The plot of the story is somewhat revealed to us from the beginning. A dramatic explosion of passion and fury ruins the lives of a middle-aged couple. However, as we learn how these characters got to this stage, and what happened thereafter, we swing like jazz music does, unpredictably and non-chronologically, but with sense of order and satisfaction.  

 

The concept of race backdrops the events that take place, and when it is revealed the couple’s history goes back to deep-South roots, we are exposed to a family-line rich with interesting people whose dynamics together support the elements of the story painted by Morrison.   

 

Additionally, there is a strong feminist lens to be found, as Morrison slowly reveals to the reader who is really at fault amidst conflict and accusations, tearing apart our internalised victim-blaming, and replacing it with a more critical outlook, forcing us to re-examine how we treat conflicts and people, especially women.  

 

Overall, ‘Jazz’ is smooth, cunning, and enlightening, and impossibly layered with interesting characters, ideas, and symbols. It is as relevant today, as it was when it was written. 

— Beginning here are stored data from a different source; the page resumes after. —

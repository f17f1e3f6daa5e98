/**
 * Soil water at the two ends of a run: how the stores of a strip open, and what a parcel hands on to the season that follows.
 *
 * Within a piece of a profile the depletion is spread in proportion to what the soil holds there, as the stores of the season spread theirs. So a
 * profile that a season leaves behind gives the next one the same water over the same depth.
 */
import { availableTo, depthHolding, profileOf, type SoilProfile } from './soil-profile.ts';
import type { DepletionProfile, InitialWater, ParcelInput, SeasonSettings, Soil } from './types.ts';

/** The stores of a strip on the first morning [mm]. */
export interface StripOpening {
  /** Dr of the root zone */
  readonly rootDepletion: number;
  /** Db of the soil between the root zone and the deepest root of the run */
  readonly belowDepletion: number;
  /** De of the surface layer */
  readonly surfaceDepletion: number;
  /** water above field capacity: a run begins without any */
  readonly pond: 0;
}

/** The edges of a strip's two stores [m]. */
export interface StripDepths {
  /** Zr on the first day stepped */
  readonly rootDepth: number;
  /** deepest root of the run, at least `rootDepth` */
  readonly deepestRoot: number;
}

/** What an opening is read from: the parcel's own water, or the share of the settings. */
export interface OpeningRule {
  readonly initialWater?: InitialWater;
  /** depletion as a share of available water where no profile tells, 0–1 */
  readonly initialDepletion: number;
}

/**
 * Opening of a strip's stores.
 *
 *   Dr = Σ depletion of the profile over 0 … Zr;   Db = Σ over Zr … deepest root;   below the profile: `initialDepletion` × what the soil holds
 *   De = surface share × TEW, else share of the available water that the layer Ze lacks × TEW
 *
 * A piece of the profile drier than wilting point counts as at wilting point, one wetter than field capacity as at field capacity.
 *
 * @param parcel its soil and initial water
 * @param settings the share that stands in
 * @returns [mm]
 * Source: FAO-56 Eq. 87 (Dr = 1000 (θFC − θ) Zr), over the pieces of a profile; spreading within a piece: choice of the product.
 */
export function openState(
  parcel: Pick<ParcelInput, 'soil' | 'initialWater'>,
  settings: Pick<SeasonSettings, 'initialDepletion'>,
  depths: StripDepths,
): StripOpening {
  const { soil, initialWater } = parcel;
  const profile = profileOf(soil);
  const rule: OpeningRule = { initialWater, initialDepletion: settings.initialDepletion };
  const rootDepletion = depletionBetween(profile, rule, 0, depths.rootDepth);
  const belowDepletion = depletionBetween(profile, rule, depths.rootDepth, depths.deepestRoot);
  return { rootDepletion, belowDepletion, surfaceDepletion: openSurface(soil, profile, rule), pond: 0 };
}

function openSurface(soil: Soil, profile: SoilProfile, rule: OpeningRule): number {
  const share = rule.initialWater?.surfaceShare;
  if (share !== undefined) return Math.min(1, Math.max(0, share)) * soil.totalEvaporableWater;
  if (!hasProfile(rule)) return rule.initialDepletion * soil.totalEvaporableWater;
  const held = availableTo(profile, soil.evaporationDepth);
  return (depletionBetween(profile, rule, 0, soil.evaporationDepth) / held) * soil.totalEvaporableWater;
}

function hasProfile({ initialWater }: OpeningRule): boolean {
  return initialWater !== undefined && initialWater.profile.length > 0;
}

/**
 * Depletion of the soil between two depths on the first morning [mm].
 *
 * @param top upper depth [m]
 * @param bottom lower depth [m], at least `top`
 */
export function depletionBetween(soil: SoilProfile, rule: OpeningRule, top: number, bottom: number): number {
  if (!(bottom > top)) return 0;
  const pieces = rule.initialWater?.profile ?? [];
  let sum = 0;
  let from = 0;
  for (const piece of pieces) {
    sum += depletionOfPiece(soil, from, piece, top, bottom);
    from = piece.bottom;
  }
  const rest = Math.max(top, from);
  if (bottom > rest) sum += rule.initialDepletion * (availableTo(soil, bottom) - (rest > 0 ? availableTo(soil, rest) : 0));
  return sum;
}

/** The part of one piece of a profile, from `from` to its bottom, that lies between two depths. */
function depletionOfPiece(soil: SoilProfile, from: number, piece: DepletionProfile[number], top: number, bottom: number): number {
  const high = Math.max(from, top);
  const low = Math.min(piece.bottom, bottom);
  if (!(low > high)) return 0;
  const above = availableTo(soil, from);
  const held = availableTo(soil, piece.bottom) - above;
  const depletion = Math.min(held, Math.max(0, piece.depletion));
  if (high === from && low === piece.bottom) return depletion;
  return (depletion * (availableTo(soil, low) - availableTo(soil, high))) / held;
}

/** Depth to which water that has percolated past the roots is followed [m]. Choice of the product. */
const DEEPEST_FOLLOWED = 3;

/** A strip as the run left it. Depths [m], water [mm]. */
export interface StripClosing {
  /** share of the parcel's area, 0–1 */
  readonly share: number;
  /** Zr on the last day */
  readonly rootDepth: number;
  readonly deepestRoot: number;
  /** Dr */
  readonly rootDepletion: number;
  /** Db */
  readonly belowDepletion: number;
  /** De */
  readonly surfaceDepletion: number;
  /** water that passed below the deepest root during the run; left out: 0 */
  readonly percolation?: number;
}

/** A strip with the depth to which its percolation has refilled the soil [m]. */
interface FollowedStrip extends StripClosing {
  readonly refilled: number;
}

/**
 * What a parcel hands on: one profile for the whole parcel, the strips weighted by area.
 *
 * The profile reaches to the deepest root of any strip, to the bottom of the profile that the run began with, or to where percolation has refilled the soil,
 * whichever lies deepest. Soil below the deepest root of a strip is as the run found it, refilled from above by what percolated past the roots: after a
 * fallow year, whose strip is shallow, the winter's rain is there. Percolation is followed to 3 m; what is left leaves the soil. Water above field
 * capacity in a ponded field is not handed on: it drains between seasons.
 *
 * @param strips all strips of the parcel; shares sum to 1
 * @param snow water of the snow on the ground [mm]
 * @returns depletion per piece over the parcel; `surfaceShare` is De / TEW
 * Source: conservation of water; choice of the product.
 */
export function closingWater(
  parcel: Pick<ParcelInput, 'soil' | 'initialWater'>,
  settings: Pick<SeasonSettings, 'initialDepletion'>,
  strips: readonly StripClosing[],
  snow: number,
): InitialWater {
  const total = parcel.soil.totalEvaporableWater;
  const profile = profileOf(parcel.soil);
  const rule: OpeningRule = { initialWater: parcel.initialWater, initialDepletion: settings.initialDepletion };
  const followed = strips.map((strip) => ({ ...strip, refilled: refilledTo(profile, rule, strip.deepestRoot, strip.percolation ?? 0) }));
  if (followed.length === 1 && !hasProfile(rule)) {
    return { profile: piecesOf(followed[0]), surfaceShare: followed[0].surfaceDepletion / total, snow };
  }
  let share = 0;
  let surface = 0;
  for (const strip of strips) {
    share += strip.share;
    surface += strip.share * strip.surfaceDepletion;
  }
  const edges = edgesOf(followed, parcel.initialWater);
  const pieces = edges.map((bottom, k) => {
    const top = k === 0 ? 0 : edges[k - 1];
    let depletion = 0;
    for (const strip of followed) depletion += strip.share * closingBetween(profile, rule, strip, top, bottom);
    return { bottom, depletion: depletion / share };
  });
  return { profile: pieces, surfaceShare: surface / share / total, snow };
}

/**
 * Depth to which water that comes from above refills the soil as the run found it.
 *
 * @param from where the water comes in [m]
 * @param water [mm]
 */
function refilledTo(soil: SoilProfile, rule: OpeningRule, from: number, water: number): number {
  if (!(water > 0) || from >= DEEPEST_FOLLOWED) return from;
  let top = from;
  let left = water;
  for (const { bottom } of rule.initialWater?.profile ?? []) {
    if (bottom <= top) continue;
    const need = depletionBetween(soil, rule, top, bottom);
    if (need > left) return Math.min(DEEPEST_FOLLOWED, within(soil, top, bottom, left / need));
    left -= need;
    top = bottom;
  }
  const need = depletionBetween(soil, rule, top, DEEPEST_FOLLOWED);
  return need > left ? within(soil, top, DEEPEST_FOLLOWED, left / need) : Math.max(top, DEEPEST_FOLLOWED);
}

/** Depth that has a share of the water held between two depths above it. */
function within(soil: SoilProfile, top: number, bottom: number, share: number): number {
  const above = availableTo(soil, top);
  return depthHolding(soil, above + share * (availableTo(soil, bottom) - above));
}

/** A strip's stores and the refilled soil below them as pieces of a profile: the common case of one strip, without a profile at the start. */
function piecesOf({ rootDepth, deepestRoot, rootDepletion, belowDepletion, refilled }: FollowedStrip): DepletionProfile {
  const pieces = [{ bottom: rootDepth, depletion: rootDepletion }];
  if (deepestRoot > rootDepth) pieces.push({ bottom: deepestRoot, depletion: belowDepletion });
  if (refilled > deepestRoot) pieces.push({ bottom: refilled, depletion: 0 });
  return pieces;
}

/** Depths at which the water of any strip, or the profile the run began with, changes; ascending, each once. */
function edgesOf(strips: readonly FollowedStrip[], initial: InitialWater | undefined): number[] {
  const all = strips.flatMap(({ rootDepth, deepestRoot, refilled }) => [rootDepth, deepestRoot, refilled]);
  for (const { bottom } of initial?.profile ?? []) all.push(bottom);
  return [...new Set(all)].filter((depth) => depth > 0).sort((a, b) => a - b);
}

/** Depletion of a strip between two neighbouring edges. */
function closingBetween(soil: SoilProfile, rule: OpeningRule, strip: FollowedStrip, top: number, bottom: number): number {
  if (bottom <= strip.rootDepth) return spread(soil, strip.rootDepletion, 0, strip.rootDepth, top, bottom);
  if (bottom <= strip.deepestRoot) return spread(soil, strip.belowDepletion, strip.rootDepth, strip.deepestRoot, top, bottom);
  return bottom <= strip.refilled ? 0 : depletionBetween(soil, rule, top, bottom);
}

/** A store's depletion between two depths within it, by what the soil holds there. */
function spread(soil: SoilProfile, depletion: number, storeTop: number, storeBottom: number, top: number, bottom: number): number {
  if (top === storeTop && bottom === storeBottom) return depletion;
  const above = availableTo(soil, storeTop);
  return (depletion * (availableTo(soil, bottom) - availableTo(soil, top))) / (availableTo(soil, storeBottom) - above);
}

Reviewed by Ted M (Year 11)

 

In 1901, the word bondmaid was discovered missing from the Oxford English Dictionary. This is the story of the girl who stole it.

 

Motherless and curious, Esme spends her childhood in the Scriptorium, a garden shed in Oxford where her father and a team of lexicographers are gathering words for the very first Oxford English Dictionary.

 

Esme’s place is beneath the sorting table, unseen and unheard. One day, she sees a slip containing the word bondmaid flutter to the floor unclaimed. Esme seizes the word and hides it in an old wooden trunk that belongs to her friend, Lizzie. Esme begins to collect other words from the Scriptorium that are discarded, helping her to make sense of the world. 

 

Over time, Esme realises that some words are considered more important than others, and that words and meanings relating to women’s experiences often go unrecorded. She begins to collect words for another dictionary: The Dictionary of Lost Words.

 

This debut novel is a celebration of words, and the power of language to shape our experience of the world.